# Latent Semantic Analysis in Python discrepancy

I’m trying to follow the Wikipedia Article on latent semantic indexing in Python using the following code:

``````documentTermMatrix = array([[ 0.,  1.,  0.,  1.,  1.,  0.,  1.],
[ 0.,  1.,  1.,  0.,  0.,  0.,  0.],
[ 0.,  0.,  0.,  0.,  0.,  1.,  1.],
[ 0.,  0.,  0.,  1.,  0.,  0.,  0.],
[ 0.,  1.,  1.,  0.,  0.,  0.,  0.],
[ 1.,  0.,  0.,  1.,  0.,  0.,  0.],
[ 0.,  0.,  0.,  0.,  1.,  1.,  0.],
[ 0.,  0.,  1.,  1.,  0.,  0.,  0.],
[ 1.,  0.,  0.,  1.,  0.,  0.,  0.]])
u,s,vt = linalg.svd(documentTermMatrix, full_matrices=False)

sigma = diag(s)
## remove extra dimensions...
numberOfDimensions = 4
for i in range(4, len(sigma) -1):
sigma[i][i] = 0
queryVector = array([[ 0.], # same as first column in documentTermMatrix
[ 0.],
[ 0.],
[ 0.],
[ 0.],
[ 1.],
[ 0.],
[ 0.],
[ 1.]])
``````

How the math says it should work:

``````dtMatrixToQueryAgainst = dot(u, dot(s,vt))
queryVector = dot(inv(s), dot(transpose(u), queryVector))
similarityToFirst = cosineDistance(queryVector, dtMatrixToQueryAgainst[:,0]
# gives 'matrices are not aligned' error.  should be 1 because they're the same
``````

What does work, with math that looks incorrect: ( from here)

``````dtMatrixToQueryAgainst = dot(s, vt)
queryVector  = dot(transpose(u), queryVector)
similarityToFirst = cosineDistance(queryVector, dtMatrixToQueryAgainsst[:,0])
# gives 1, which is correct
``````

Why does route work, and the first not, when everything I can find about the math of LSA shows the first as correct? I feel like I’m missing something obvious…
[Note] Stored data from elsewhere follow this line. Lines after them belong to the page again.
def test_local_long_table_against_numpy(scenario: dict, tmp_path: Path) -> None:
    store = Store(tmp_path / "store")
    build_hydrology(load_project(scenario["root"] / "cfg" / "lake-local.yaml"), store)
    t = store.read_table("hydrology_daily", "local")
    loc, tn = scenario["local"], scenario["tn"]
    np.testing.assert_allclose(t["inflow_discharge"], sum(loc[c] for c in CATCHMENT), rtol=1e-9)  # L s-1 -> m3 s-1
    np.testing.assert_allclose(t["tn_load"], sum(loc[c] * tn[c] for c in CATCHMENT) * 86.4, rtol=1e-9)
    assert (t["flags"] == "").all()


def test_station_flow_routed_from_local_runoff(scenario: dict, tmp_path: Path) -> None:
    """A station on a sub-basin gets the flow at the station: its own and every upstream sub-basin's runoff.

    Independent references: the routed discharge of the scenario (each sub-basin's local runoff summed over
    the sub-basins whose hand-walked downstream path passes it) and networkx ancestors of the station's
    sub-basin in a graph built here from the layer's fields. Nested chain: 103 -> 102 -> 101 <- 104.
    """
    store = Store(tmp_path / "store")
    result = build_hydrology(load_project(scenario["root"] / "cfg" / "lake-stations.yaml"), store)
    t = store.read_table("hydrology_daily", "stations")
    loc, routed = scenario["local"], scenario["routed"]
    graph = nx.DiGraph([(str(k), str(v[0])) for k, v in NET.items()])
    conc = scenario["conc"].copy()
    conc[3] *= 1.25  # duplicates averaged
    conc[1] *= 0.5  # censored: half the detection limit
    interp = np.interp(np.arange(len(DAYS)), scenario["pos"], conc)
    expected_members = {"west": "101+102+103+104", "mid": "102+103", "head": "103"}
    for station, sub in (("west", "101"), ("mid", "102"), ("head", "103")):
        upstream = nx.ancestors(graph, sub)
        flow = loc[sub] + sum(loc[u] for u in upstream)
        np.testing.assert_allclose(flow, routed[sub], rtol=1e-12)  # the two references agree
        np.testing.assert_allclose(t[f"tp_load_station_{station}"], interp * routed[sub] * 86.4, rtol=1e-9)
    stated = store.entry("hydrology_daily", "stations")["metadata"]["station_flow_subbasins"]
    assert stated == "; ".join(f"{k}={v}" for k, v in expected_members.items())
    est = store.read_table("load_estimates", "stations")
    assert est.groupby("station")["flow_subbasins"].unique().map(list).to_dict() == {
        k: [v] for k, v in expected_members.items()
    }
    # the lake inflow of local runoff: every catchment sub-basin's runoff (not only the direct inflows')
    np.testing.assert_allclose(t["inflow_discharge"], routed["101"] + routed["201"], rtol=1e-9)
    assert result.tables["load_estimates"] == len(est)


def test_station_flow_routed_discharge_taken_as_given(scenario: dict, tmp_path: Path) -> None:
    """With routed model discharge the station's flow is its own sub-basin's value, nothing added."""
    store = Store(tmp_path / "store")
    build_hydrology(load_project(scenario["root"] / "cfg" / "lake-wren.yaml"), store)
    assert store.entry("hydrology_daily", "wren")["metadata"]["station_flow_subbasins"] == "west=101"
    assert set(store.read_table("load_estimates", "wren")["flow_subbasins"]) == {"101"}


def test_lab_sheet_station(scenario: dict, tmp_path: Path) -> None:
    """The station's samples as a lab export (';', decimal commas, day-first dates, ug L-1, '<' for the censored
    value, a remarks column) give the same station loads as the clean CSV of the same samples."""
    clean, lab = Store(tmp_path / "clean"), Store(tmp_path / "lab")
    build_hydrology(load_project(scenario["root"] / "cfg" / "lake-wren.yaml"), clean)
    build_hydrology(load_project(scenario["root"] / "cfg" / "lake-lab.yaml"), lab)
    a = clean.read_table("hydrology_daily", "wren")["tp_load_station_west"]
    b = lab.read_table("hydrology_daily", "lab")["tp_load_station_west"]
    assert b.notna().sum() > 300
    np.testing.assert_allclose(b, a, rtol=1e-12)


def test_network_error_names_the_layer_file(scenario: dict, tmp_path: Path) -> None:
    """Regression: a cycle's error named neither the layer file nor its config key."""
    root = tmp_path / "copy"
    root.mkdir()
    for f in ("water.gpkg", "outputs.nc", "samples.csv"):
        (root / f).symlink_to(scenario["root"] / f)
    (root / "cfg").mkdir()
    for f in ("lake-wren.yaml", "dsg.yaml"):
        (root / "cfg" / f).write_text((scenario["root"] / "cfg" / f).read_text())
    b = scenario["basins"].copy()
    b.loc[b["code"] == 101, "to_code"] = 103
    b.to_parquet(root / "basins.parquet")
    with pytest.raises(GeometryError, match=r"basins\.parquet \(config key 'subbasins'.*101 -> 103 -> 102 -> 101"):
        build_hydrology(load_project(root / "cfg" / "lake-wren.yaml"), Store(tmp_path / "store"))
    assert not (tmp_path / "store").exists()


def test_hydrology_of_many_lakes_reads_the_output_once_with_one_lake_tables(small_sample, tmp_path, monkeypatch):
    """Lakes naming one model output: the file is opened once, each lake's tables equal its one-lake run
    (exact), and a lake whose sub-basin layer is missing fails alone."""
    from many_lakes_setup import lake_configs

    import lakefeed.sources.hydrology as hydrology
    from lakefeed.stages.hydrology_group import build_hydrology_many

    files = lake_configs(small_sample, tmp_path, {"tallow": (0, 0, "Europe/Berlin"), "east": (14_000, -7_000, "UTC")})
    broken = lake_configs(small_sample, tmp_path / "b", {"nolayer": (0, 0, "UTC")})["nolayer"]
    (tmp_path / "b" / "geometry" / "nolayer" / "subbasins.gpkg").unlink()
    opened: list[str] = []
    real = hydrology._read_dsg
    monkeypatch.setattr(hydrology, "_read_dsg", lambda path, *a: opened.append(str(path)) or real(path, *a))
    projects = [load_project(f) for f in files.values()] + [load_project(broken)]
    store = Store(tmp_path / "group")
    got = build_hydrology_many(projects, store)
    assert len(opened) == 1
    assert isinstance(got["nolayer"], LakefeedError) and "subbasins.gpkg" in str(got["nolayer"])
    assert not store.has_table("hydrology_daily", "nolayer")
    for lake, f in files.items():
        alone = Store(tmp_path / f"alone-{lake}")
        assert build_hydrology(load_project(f), alone) == got[lake]
        for table in ("hydrology_daily", "load_estimates"):
            pd.testing.assert_frame_equal(
                store.read_table(table, lake), alone.read_table(table, lake), check_exact=True
            )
There are several inconsistencies in your code that cause errors before your point of confusion. This makes it difficult to understand exactly what you tried and why you are confused (clearly you did not run the code as it is pasted, or it would have thrown an exception earlier).

That said, if I follow your intent correctly, your first approach is nearly correct. Consider the following code:

``````documentTermMatrix = array([[ 0.,  1.,  0.,  1.,  1.,  0.,  1.],
[ 0.,  1.,  1.,  0.,  0.,  0.,  0.],
[ 0.,  0.,  0.,  0.,  0.,  1.,  1.],
[ 0.,  0.,  0.,  1.,  0.,  0.,  0.],
[ 0.,  1.,  1.,  0.,  0.,  0.,  0.],
[ 1.,  0.,  0.,  1.,  0.,  0.,  0.],
[ 0.,  0.,  0.,  0.,  1.,  1.,  0.],
[ 0.,  0.,  1.,  1.,  0.,  0.,  0.],
[ 1.,  0.,  0.,  1.,  0.,  0.,  0.]])
numDimensions = 4
u, s, vt = linalg.svd(documentTermMatrix, full_matrices=False)
u = u[:, :numDimensions]
sigma = diag(s)[:numDimensions, :numDimensions]
vt = vt[:numDimensions, :]
lowRankDocumentTermMatrix = dot(u, dot(sigma, vt))
queryVector = documentTermMatrix[:, 0]
lowDimensionalQuery = dot(inv(sigma), dot(u.T, queryVector))
lowDimensionalQuery
vt[:,0]
``````

You should see that `lowDimensionalQuery` and `vt[:,0]` are equal. Think of `vt` as a representation of the documents in a low-dimensional subspace. First we map our query into that subspace to get `lowDimensionalQuery`, and then we compare it with the corresponding column of `vt`. Your mistake was trying to compare the transformed query to the document vector from `lowRankDocumentTermMatrix`, which lives in the original space. Since the transformed query has fewer elements than the “reconstructed” document, Python complained.